Haynes swivelled around on one heel of his hand-sewn boots, taking in the whole of the distant, bleak horizon. It was easy to see why this had been the designated drop zone. Nobody was going to worry about effects on the natural beauty of the place.
“No,” he said, slowly and thoughtfully, “I think that there is just enough for our purposes.”
“But it’s all junk!” Simeon declared, kicking one of the girders. It leaned over slowly enough to seem to defy gravity and then toppled to the gro
und. “You try to use any of this to pull or push that ship and it will twist out of shape, or just plain break.”
“You see,” Haynes said in a slightly dreamy tone, still surveying the horizon, “the thing is that most people never look at what’s beneath their own feet.”
Both Simeon and Keely involuntarily looked down at the dirt they were stood on. Haynes lifted up one foot. Where his heel had pivoted around, the dust was swept away to reveal a small patch of plasteel. He smiled hugely and the two younger people couldn’t help joining in.
It was impossible to keep the thing a whole secret. The moving of a large chunk of plasteel, especially a large flat chunk, involved certain resources such as specialised lifting gear and transport vehicles. On a planet such as Hochnar, the local availability of such equipment could be counted on the fingers of one finger. A certain amount of resource reallocation therefore had to take place and the person whose equipment was suddenly de-allocated complained to somebody else in a bar (there is nowhere so poor that they cannot afford to set up alcohol fermenting businesses). The bar companion got curious and mentioned it to the local farmers’ cooperative. They mentioned it to their wives and by morning the whole community knew what was happening.
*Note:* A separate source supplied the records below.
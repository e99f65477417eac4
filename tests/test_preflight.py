"""`euphotic check` / preflight.check: every problem of a config, without computing the grid.

Expected values are worked out by hand from the files each test writes (stated beside each);
the unit factors are the SI definitions (1 umol = 1e-6 mol, 1 d = 86,400 s, 0 degC = 273.15 K,
BIPM SI Brochure, 9th ed.).
"""

from __future__ import annotations

import shutil
import sys
from pathlib import Path

import dask
import numpy as np
import pytest
from click.testing import CliRunner

from euphotic import preflight
from euphotic.cli import main
from euphotic.config import load_config
from euphotic.errors import InputFileError
from euphotic.pipeline import prepare

from ._files import write_grid
from ._grids import CHL_STD, INPUTS, PAR_STD, SST_STD, grid, run_config, write_field

ROOT = Path(__file__).resolve().parents[1]
D = np.datetime64


def _check(args):
    return CliRunner().invoke(main, ["check", *map(str, args)])


# ---- the demo ---------------------------------------------------------------------------


@pytest.fixture(scope="module")
def demo_config(tmp_path_factory) -> Path:
    base = tmp_path_factory.mktemp("demo_check")
    shutil.copytree(ROOT / "configs", base / "configs")
    (base / "sample_grids").symlink_to(ROOT / "sample_grids")
    return base / "configs" / "demo.toml"


def _kib(folder: Path, pattern: str) -> str:
    """Total size of the matching files as the report writes it (KiB, one decimal)."""
    return f"{sum(p.stat().st_size for p in folder.glob(pattern)) / 1024:.1f} KiB"


def test_demo_checks_clean_through_the_cli(demo_config):
    res = _check([demo_config])
    assert res.exit_code == 0, res.output
    out = res.stdout
    # the sample grids (scripts/make_sample_grids.py): chlorophyll and PAR on a 1/12-degree grid
    # of 240 x 264 cells (40..60 N, 36..14 W), temperature packed in K on a 1/4-degree grid
    # stored with descending latitudes and 0..360 longitudes; 30 daily files each (April 2025)
    for line in [
        '[inputs.chl] files = "../sample_grids/chl/maren_chl_*.nc"',
        "  files:       30 (maren_chl_20250401.nc .. maren_chl_20250430.nc), 3.0 MiB on disk",
        "  variable:    chlor, identified by standard_name "
        "'mass_concentration_of_chlorophyll_a_in_sea_water'",
        "  units:       mg m-3 in the file; conversion: none",
        "  grid:        240 x 264 cells, lat 40.0417..59.9583 step 0.0833333, "
        "lon -35.9583..-14.0417 step 0.0833333",
        # umol m-2 s-1 -> mol m-2 d-1: 1e-6 mol/umol x 86,400 s/d = 0.0864 (SI)
        "  units:       umol m-2 s-1 in the file; conversion: umol m-2 s-1 -> mol m-2 d-1 "
        "(x 0.0864)",
        "  regridding:  none (same grid as the chlorophyll)",
        # K -> degC: minus 273.15 (SI definition of the degree Celsius)
        "  units:       K in the file; conversion: K -> degC (- 273.15)",
        "  grid:        80 x 88 cells, lat 40.125..59.875 step 0.25, lon -35.875..-14.125 step 0.25",
        "  in the file: latitude descending, longitude [0, 360)",
        "  regridding:  lat interpolated linearly (0.25 -> 0.0833333 deg); "
        "lon interpolated linearly (0.25 -> 0.0833333 deg)",
        "  periods:     30, 1 day(s) long, 2025-04-01..2025-04-30",
        "  gaps:        none",
        # backscattering: float32 m-1 on a 1/6-degree grid, no CF standard name (none exists
        # for the particulate part), found by its variable name
        '[inputs.bbp] files = "../sample_grids/bbp/maren_bbp_*.nc"',
        "  files:       30 (maren_bbp_20250401.nc .. maren_bbp_20250430.nc), 1.2 MiB on disk",
        "  variable:    bbp_443, identified by variable name 'bbp_443'",
        "  units:       m-1 in the file; conversion: none",
        "  grid:        120 x 132 cells, lat 40.0833..59.9167 step 0.166667, "
        "lon -35.9167..-14.0833 step 0.166667",
        "  regridding:  lat interpolated linearly (0.166667 -> 0.0833333 deg); "
        "lon interpolated linearly (0.166667 -> 0.0833333 deg)",
        "  files:       30 (maren_kd490_20250401.nc .. maren_kd490_20250430.nc), 759.0 KiB on "
        "disk",
        "  variable:    kd490, identified by standard_name "
        "'volume_attenuation_coefficient_of_downwelling_radiative_flux_in_sea_water'",
        # mixed layer: int16 cm on the 1/4-degree grid, dated by the file name; cm -> m is
        # x 0.01 (SI prefix centi); its size on disk summed from the files (1 KiB = 1024 B)
        "  files:       30 (maren_mld_20250401.nc .. maren_mld_20250430.nc), "
        f"{_kib(ROOT / 'sample_grids' / 'mld', 'maren_mld_*.nc')} on disk",
        "  variable:    mld, identified by standard_name "
        "'ocean_mixed_layer_thickness_defined_by_sigma_theta'",
        "  units:       cm in the file; conversion: cm -> m (x 0.01)",
        # 'all' is the days of the inputs the models require (the CbPM's bbp, kd490 and mld too)
        "Months (days covered / days in the month; 'all': chl, par, sst, bbp, kd490 and mld "
        "together)",
        "  month    all    chl    par    sst    bbp    kd490  mld",
        "  2025-04  30/30  30/30  30/30  30/30  30/30  30/30  30/30",
        "  months to produce: 1; skipped: none",
        # box -22..-15 E x 44..56 N on 1/12-degree cells: 84 columns x 144 rows (by hand)
        "  Skerrow Shelf     12,096 cells, 8,319 ocean",
        # the whole grid: 240 x 264
        "  Whole Maren Sea   63,360 cells, 54,876 ocean",
        "  63,360 cells x 30 days with all inputs x 4 model(s) = 7,603,200 cell-days "
        "(vgpm, eppley_vgpm, pi_platt, cbpm)",
        # decoded, by hand: chl and PAR 30 x 240 x 264 x 4 B each (float32), SST 30 x 80 x 88
        # x 8 B (float64 after the offset), bbp 30 x 120 x 132 x 4 B, Kd(490) 30 x 120 x 132 x
        # 8 B (unpacked with a float64 scale_factor), MLD 30 x 80 x 88 x 4 B: 23,434,560 B
        "  input: 180 files, 8.3 MiB on disk, 22.4 MiB decoded",
        "Problems: 0 error(s), 0 warning(s)",
        "The run would start.",
    ]:
        assert line in out.splitlines(), line
    assert out.count("periods:     30, 1 day(s) long, 2025-04-01..2025-04-30") == 6
    assert "Peak memory (estimate): " in out and "basis: base 303.0 MiB" in out
    assert res.stderr == ""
A large crowd gathered to watch the lifting of the plasteel (newly shorn of the last of the attached girders which disappeared shortly thereafter). Many brought sandwiches. On a world as entertainment-deprived as Hochnar, the inhabitants learned quickly how to exploit every new opportunity to enjoy themselves to its utmost. The lifting of the plasteel became the loading of the plasteel as the afternoon wore on. By this point, the local schools had given up the fight and their students were running around, playing and generally getting in the way of the workmen. The workers bore it all good naturedly, merely pointing out to the children just how thin the red smear on the ground would be if a piece of plasteel this big fell on them.
Afternoon wore on into evening and the loading of the plasteel finally became the transporting of the plasteel, but the crowds did not disperse. Lighting torches that they had brought along already prepared, the onlookers spread out in twin lines behind the heavy transporter and walked in its tracks, singing songs until long into the night.